А у Веры в кумирах ходили Теккерей и Диккенс. Если б не Вера, я не осилил бы «Виргинцев» и «Гарри Эсмонда». Но, заразившись ее энтузиазмом, я вчитался и стал получать огромное удовольствие от неторопливой прозы Теккерея. А Чарлз Диккенс — я зачитывался им в детстве и по дурости считал детским писателем — открылся мне тем «великим христианином», каким его видел Достоевский.
О чудесные, чуть усталые посидухи поздно вечером за чаем (коньячок тоже не возбранялся) после концертов Рихтера или Ведерникова, когда сменивший мокрую рубашку маэстро сам уже не в силах говорить, но хочет слушать друзей, чтобы медленней догорал костер творческого состояния. Я всегда удивлялся, как строго они себя судят. Не помню, чтобы хоть раз тот или другой испытали шестое чувство советского человека: глубокое удовлетворение. Ведерников, пианист необычайно строгий, композиторы любят его за скрупулезность, с какой он исполняет их музыку, а не свое представление о ней или фантазии на предложенные темы, человек трудного, неуживчивого нрава, а стало быть, нелегкой судьбы, становился трогательно тих, мягок и покладист в эти магические часы.
Рихтер был прирожденным режиссером.

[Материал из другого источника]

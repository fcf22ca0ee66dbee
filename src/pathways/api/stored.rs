//! Stored pathways: list, create, read, replace, archive, assess; and who uses a published row.
#![allow(
    unused_qualifications,
    reason = "utoipa's macro writes the types of queries in full"
)]

use super::super::{
    FactorUse, Line, Question, Saved, Sort, archive, assessment, create, list, read, replace, uses_of_factor,
};
use super::{Reason, expected, id_of, must_be_there, saved};
use crate::app::App;
use crate::core::documents::assessment::Assessment;
use crate::core::documents::pathway::Pathway;
use crate::core::domain::Book;
use crate::rules::basis;
use crate::web::Refusal;
use crate::web::actor::{Actor, CanRead, CanWrite};
use crate::web::conditional::{IfMatch, IfNoneMatch};
use crate::web::extract::{JsonBody, NoQuery, Path, Query};
use crate::web::paging::{self, Page};
use axum::extract::OriginalUri;
use axum::http::{HeaderValue, StatusCode};
use axum::response::{IntoResponse, Response};
use serde::Deserialize;
use utoipa::IntoParams;
use utoipa_axum::router::OpenApiRouter;
use utoipa_axum::routes;

/// The routes of this file.
pub(super) fn routes() -> OpenApiRouter<App> {
    OpenApiRouter::new()
        .routes(routes!(list_pathways))
        .routes(routes!(create_pathway))
        .routes(routes!(read_pathway))
        .routes(routes!(replace_pathway))
        .routes(routes!(archive_pathway))
        .routes(routes!(read_assessment))
        .routes(routes!(factor_uses))
}

/// Which pathways, in which order.
#[derive(Debug, Deserialize, IntoParams)]
#[serde(deny_unknown_fields)]
#[into_params(parameter_in = Query)]
struct ListQuestion {
    /// Part of the name, in any case.
    name: Option<String>,
    /// Material id of the feedstock.
    feedstock: Option<String>,
    /// Id of the rule set.
    rule_set: Option<String>,
    /// Demonstration data only, or none of it.
    example: Option<bool>,
    /// Archived pathways instead of the others.
    #[serde(default)]
    #[param(required = false)]
    archived: bool,
    /// In which order: `updated` (last first), `name`, `net` (smallest first), `saving` (largest first).
    #[serde(default)]
    #[param(required = false, inline)]
    sort: Sort,
    /// Entries on the page.
    #[param(minimum = 1, maximum = 200, default = 50)]
    limit: Option<u32>,
    /// `next` of the page before, in the same order.
    after: Option<String>,
}

/// Pathways
///
/// Each with its assessment in short.
#[utoipa::path(get, path = "/pathways", tag = "pathways", params(ListQuestion),
    responses((status = 200, description = "A page of pathways.", body = Page<Line>,
        headers(("Link" = String, description = "`rel=\"next\"`: the next page, if there is one.")))))]
async fn list_pathways(
    Actor { app, .. }: Actor<CanRead>,
    OriginalUri(uri): OriginalUri,
    Query(ask): Query<ListQuestion>,
) -> Result<Response, Refusal> {
    let ListQuestion {
        name,
        feedstock,
        rule_set,
        example,
        archived,
        sort,
        limit,
        after,
    } = ask;
    let limit = Some(paging::limit(limit)?);
    let question = Question {
        name,
        feedstock,
        rule_set,
        example,
        archived,
        sort,
        after,
        limit,
    };
    let page = list(&app, &question).await.map_err(|error| match error {
        // A place in a list is no document: the query is wrong.
        super::super::PathwayError::Problems(problems) => Refusal::bad_request(
            problems
                .list()
                .first()
                .map_or_else(String::new, |p| format!("{} {}", p.detail, p.remedy)),
        ),
        other => other.into(),
    })?;
    Ok(Page {
        items: page.lines,
        next: page.next,
    }
    .answer(&uri))
}

/// Store a pathway
///
/// The document is evaluated first: either all of it holds and is stored with its assessment, or nothing is.
#[utoipa::path(post, path = "/pathways", tag = "pathways", params(Reason),
    request_body(content = Pathway, content_type = "application/json"),
    responses((status = 201, description = "Stored.", body = Saved,
        headers(("Location" = String, description = "Address of the pathway."), ("ETag" = String, description = "Its revision.")))))]
async fn create_pathway(
    Actor { app, .. }: Actor<CanWrite>,
    Query(reason): Query<Reason>,
    JsonBody(body): JsonBody,
) -> Result<Response, Refusal> {
    let document = Pathway::from_value(&body).map_err(Refusal::invalid)?;
    Ok(saved(
        StatusCode::CREATED,
        create(&app, document, reason.checked()?).await?,
    ))
}

/// A pathway
///
/// The document of its current revision, byte for byte as it is hashed (RFC 8785). Archived ones can be read too.
#[utoipa::path(get, path = "/pathways/{id}", tag = "pathways",
    params(("id" = Uuid, Path, description = "Id of the pathway."),
        ("If-None-Match" = Option<String>, Header, description = "The `ETag` you have.")),
    responses((status = 200, description = "The document.", body = Pathway,
            headers(("ETag" = String, description = "The revision."), ("Wheelwort-Revision" = i64, description = "Its number."))),
        (status = 304, description = "You have it.")))]
async fn read_pathway(
    Actor { app, .. }: Actor<CanRead>,
    Path(id): Path<String>,
    _: NoQuery,
    seen: IfNoneMatch,
) -> Result<Response, Refusal> {
    let found = read(&app, id_of(&id)?).await?;
    Ok(numbered(
        seen.json(&found.hash, found.document.to_vec()),
        found.revision,
    ))
}

pub(super) fn numbered(mut response: Response, revision: i64) -> Response {
    response
        .headers_mut()
        .insert("wheelwort-revision", HeaderValue::from(revision));
    response
}

/// Replace a pathway
///
/// Saves the document as the next revision. The current document, saved again, makes none.
#[utoipa::path(put, path = "/pathways/{id}", tag = "pathways",
    params(("id" = Uuid, Path, description = "Id of the pathway."),
        ("If-Match" = String, Header, pattern = r#"^(\*|"[0-9a-f]{64}")$"#, description = "The `ETag` of the revision you read, or `*`."), Reason),
    request_body(content = Pathway, content_type = "application/json"),
    responses((status = 200, description = "Saved.", body = Saved, headers(("ETag" = String, description = "The revision.")))))]
async fn replace_pathway(
    Actor { app, .. }: Actor<CanWrite>,
    Path(id): Path<String>,
    Query(reason): Query<Reason>,
    if_match: IfMatch,
    JsonBody(body): JsonBody,
) -> Result<Response, Refusal> {
    let id = id_of(&id)?;
    must_be_there(&app, id, &if_match).await?;
    let document = Pathway::from_value(&body).map_err(Refusal::invalid)?;
    let expected = expected(&app, id, &if_match).await?;
    Ok(saved(
        StatusCode::OK,
        replace(&app, id, document, expected, reason.checked()?).await?,
    ))
}

/// Archive a pathway
///
/// Hides it from lists. Nothing is removed: it can still be read, with all its revisions.
#[utoipa::path(delete, path = "/pathways/{id}", tag = "pathways",
    params(("id" = Uuid, Path, description = "Id of the pathway."),
        ("If-Match" = String, Header, pattern = r#"^(\*|"[0-9a-f]{64}")$"#, description = "The `ETag` of the revision you read, or `*`.")),
    responses((status = 204, description = "Archived.")))]
async fn archive_pathway(
    Actor { app, .. }: Actor<CanWrite>,
    Path(id): Path<String>,
    _: NoQuery,
    if_match: IfMatch,
) -> Result<StatusCode, Refusal> {
    let id = id_of(&id)?;
    must_be_there(&app, id, &if_match).await?;
    archive(&app, id, expected(&app, id, &if_match).await?).await?;
    Ok(StatusCode::NO_CONTENT)
}

/// Which assessment.
#[derive(Debug, Deserialize, IntoParams)]
#[serde(deny_unknown_fields)]
#[into_params(parameter_in = Query)]
struct AssessmentQuestion {
    /// Id of another rule set than the document's.
    rule_set: Option<String>,
    /// Number of another revision than the current one.
    #[param(minimum = 1)]
    revision: Option<i64>,
}

/// An unknown rule set is a wrong query, not a wrong document.
pub(super) fn known_rule_set(book: &Book, asked: Option<&str>) -> Result<(), Refusal> {
    match asked {
        Some(asked) if !book.rule_sets.contains_key(asked) => {
            let known: Vec<&str> = book.rule_sets.keys().map(String::as_str).collect();
            let asked = crate::web::problem::shown(asked);
            Err(Refusal::bad_request(format!(
                "There is no rule set \"{asked}\". Choose one of: {}.",
                known.join(", ")
            )))
        }
        _ => Ok(()),
    }
}

/// The assessment of a pathway
///
/// The same revision, rule set and program always give the same bytes.
#[utoipa::path(get, path = "/pathways/{id}/assessment", tag = "pathways",
    params(("id" = Uuid, Path, description = "Id of the pathway."), AssessmentQuestion,
        ("If-None-Match" = Option<String>, Header, description = "The `ETag` you have.")),
    responses((status = 200, description = "The assessment.", body = Assessment,
            headers(("ETag" = String, description = "Hash of the bytes."), ("Wheelwort-Revision" = i64, description = "Number of the revision."))),
        (status = 304, description = "You have it."),
        (status = 422, description = "The document does not hold under that rule set: `errors` names everything.",
            body = crate::web::problem::ProblemDocument, content_type = "application/problem+json")))]
async fn read_assessment(
    Actor { app, .. }: Actor<CanRead>,
    Path(id): Path<String>,
    Query(ask): Query<AssessmentQuestion>,
    seen: IfNoneMatch,
) -> Result<Response, Refusal> {
    known_rule_set(&basis(&app).await?.book, ask.rule_set.as_deref())?;
    let found = assessment(&app, id_of(&id)?, ask.revision, ask.rule_set.as_deref()).await?;
    Ok(numbered(
        seen.json(&found.hash, axum::body::Bytes::from_owner(found.bytes)),
        found.revision,
    ))
}

/// Which page of a list.
#[derive(Debug, Deserialize, IntoParams)]
#[serde(deny_unknown_fields)]
#[into_params(parameter_in = Query)]
pub(super) struct PageQuestion {
    /// Entries on the page.
    #[param(minimum = 1, maximum = 200, default = 50)]
    pub(super) limit: Option<u32>,
    /// `next` of the page before.
    pub(super) after: Option<String>,
}

/// Who uses a published row
///
/// Every place where the current revision of a pathway names the factor, vehicle or default value; archived pathways too.
#[utoipa::path(get, path = "/factors/{edition}/{row}/uses", tag = "published data",
    params(("edition" = String, Path, description = "Id of the edition."), ("row" = String, Path, description = "Id of the row."), PageQuestion),
    responses((status = 200, description = "The places, by name of the pathway.", body = Page<FactorUse>,
        headers(("Link" = String, description = "`rel=\"next\"`: the next page, if there is one.")))))]
async fn factor_uses(
    Actor { app, .. }: Actor<CanRead>,
    Path((edition, row)): Path<(String, String)>,
    OriginalUri(uri): OriginalUri,
    Query(ask): Query<PageQuestion>,
) -> Result<Response, Refusal> {
    let id = format!("{edition}/{row}");
    if app.library.factor(&id).is_none() && app.library.pathway_default(&id).is_none() {
        return Err(Refusal::not_here("factor", &id));
    }
    let limit = paging::limit(ask.limit)? as usize;
    let from = match ask.after.as_deref() {
        None => 0,
        Some(after) => after.parse::<usize>().map_err(|_| {
            Refusal::bad_request("\"after\" is not a place in this list. Take it from the page before.")
        })?,
    };
    let all = uses_of_factor(&app, &id).await?;
    let end = from.saturating_add(limit);
    let next = (end < all.len()).then(|| end.to_string());
    let items: Vec<FactorUse> = all.into_iter().skip(from).take(limit).collect();
    Ok(Page { items, next }.answer(&uri).into_response())
}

Он обожал лицедейство в любых видах (не погнушался даже Листом прикинуться в плохом фильме Гр. Александрова «Глинка»), был неистощим на выдумки. Помню, зимним пуржистым вечером я сидел один дома и грустно смотрел в окно, за которым закручивались снежные спирали, вдруг — сильный стук в дверь. Открываю, и с морозным обдувом — первый этаж — в прихожую врываются трое: альгвазил в треуголке, узком мундирчике, со шпагой на перевязи, красотка в мантилье и таинственной полумаске, с розой в волосах, Пьеро в белом одеянии и черной шапочке, плотно облегающей голову. Он отвешивает глубокие изящные поклоны, а глаза тоскуют по Коломбине. Не подготовленный к появлению этой троицы, я мгновение-другое нахожусь в обалдении: мне легче поверить, что время оскользнулось назад, чем признать переодевание. Слава в восторге: не выносящий похвал своему главному дару, на театре он тщеславен. Замечательно, как проявлялся в этих «игрищах» (домашнее слово) его характер: он не выносил халтуры, небрежности, того, что называется «спустя рукава» или «кое-как». Он всегда добивался максимума, проявляя невероятную выдумку и настойчивость. Иной раз весь дом переворачивали, чтобы отыскать нужную ленточку, страусовое перо, митенку или помятый котелок. И лишь в том случае, если необходимый предмет не обнаруживался — а дом был набит старым барахлом, — создавался с предельной тщательностью эрзац. Он так отшколил сестер, не проявлявших поначалу особого артистического таланта и рвения, что они стали виртуозами перевоплощения. Слава не любил представлений «анфрак», но допускал известную условность в декорациях, костюмы же должны были соответствовать эпохе, пусть иногда с налетом пародийности. Он очень любил ставить шарады, сообщая им предельную театральность. Нередко ради какого-нибудь «первого слога» создавался целый спектакль, от исполнителей он неизменно требовал «полной гибели всерьез».